## EXERCISE REQUIREMENTS
What is needed is a single figure: how many lines of the records below contain the word "impl".

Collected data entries

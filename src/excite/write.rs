//! The recording, sample by sample, and into a WAV file.

use super::pink::PinkSamples;
use super::{Part, Plan};
use std::io::{self, Seek, Write};

/// Full scale of 24 bits.
const SCALE: f64 = 8_388_608.0;

/// Frames between two looks at whether to go on.
const BLOCK_FRAMES: u64 = 1 << 16;

/// The samples of a [`Plan`] as they are written: 24-bit integers, rounded to nearest
/// without dither. Dither would only add noise: this is not the rounding of something
/// finer, the samples as written are the excitation.
#[derive(Clone, Debug)]
pub struct Samples<'a> {
    plan: &'a Plan,
    frame: u64,
    pink: PinkSamples,
}

impl Iterator for Samples<'_> {
    type Item = i32;

    fn next(&mut self) -> Option<i32> {
        let plan = self.plan;
        let (part, frame) = plan.place(self.frame)?;
        let raw = match part {
            Part::Sweep => plan.sweep.sample(frame),
            Part::Noise => self.pink.next(),
        };
        self.frame += 1;
        let sample = raw * plan.fade.factor(frame, plan.part_frames(part));
        // At most half of full scale, so it is in range.
        Some(libm::rint(sample * SCALE) as i32)
    }
}

/// Peak and mean square of a part as written.
#[derive(Clone, Copy, Debug, Default, PartialEq)]
pub struct PartLevel {
    /// Largest magnitude, full scale 1.
    pub peak: f64,
    /// Mean square, (full scale)^2.
    pub mean_square: f64,
}

/// What was written: sweep and noise.
#[derive(Clone, Copy, Debug, Default, PartialEq)]
pub struct Written {
    /// The sweep.
    pub sweep: PartLevel,
    /// The noise.
    pub noise: PartLevel,
}

impl Plan {
    /// The samples from the first on, with [`Self::frames`] of them.
    pub fn samples(&self) -> Samples<'_> {
        Samples { plan: self, frame: 0, pink: self.pink.samples() }
    }

    /// Writes the recording: mono, 24 bit, RIFF/WAVE. Memory does not grow with its
    /// length. Equal plans give equal bytes on every machine.
    ///
    /// # Errors
    /// Those of `out`.
    pub fn write(&self, out: impl Write + Seek) -> io::Result<Written> {
        self.write_while(out, &|| true).map(|written| written.unwrap_or_default())
    }

    /// [`Self::write`] that asks now and then whether to go on; `None` once told not to.
    pub(super) fn write_while(&self, out: impl Write + Seek, go_on: &dyn Fn() -> bool) -> io::Result<Option<Written>> {
        let spec = hound::WavSpec {
            channels: 1,
            sample_rate: self.rate_hz,
            bits_per_sample: 24,
            sample_format: hound::SampleFormat::Int,
        };
        let mut writer = hound::WavWriter::new(out, spec).map_err(cause)?;
        let (mut sweep, mut noise) = (Tally::default(), Tally::default());
        for (frame, sample) in (0..).zip(self.samples()) {
            if frame % BLOCK_FRAMES == 0 && !go_on() {
                return Ok(None);
            }
            if frame < self.sweep.frames {
                sweep.take(sample)
            } else {
                noise.take(sample)
            }
            writer.write_sample(sample).map_err(cause)?;
        }
        // Sizes go into the header here: an error must not get lost in a drop.
        writer.finalize().map_err(cause)?;
        Ok(Some(Written { sweep: sweep.level(), noise: noise.level() }))
    }
}

/// Sums over the samples of a part: integers, so their order does not matter.
#[derive(Clone, Copy, Debug, Default)]
struct Tally {
    peak: u32,
    squares: u128,
    frames: u64,
}

impl Tally {
    fn take(&mut self, sample: i32) {
        self.peak = self.peak.max(sample.unsigned_abs());
        self.squares += u128::from(sample.unsigned_abs()) * u128::from(sample.unsigned_abs());
        self.frames += 1;
    }

    fn level(self) -> PartLevel {
        let mean_square = self.squares as f64 / self.frames.max(1) as f64;
        PartLevel { peak: f64::from(self.peak) / SCALE, mean_square: mean_square / (SCALE * SCALE) }
    }
}

/// The system's reason behind hound's.
fn cause(error: hound::Error) -> io::Error {
    match error {
        hound::Error::IoError(error) => error,
        other => io::Error::other(other.to_string()),
    }
}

## TASK RESULT
5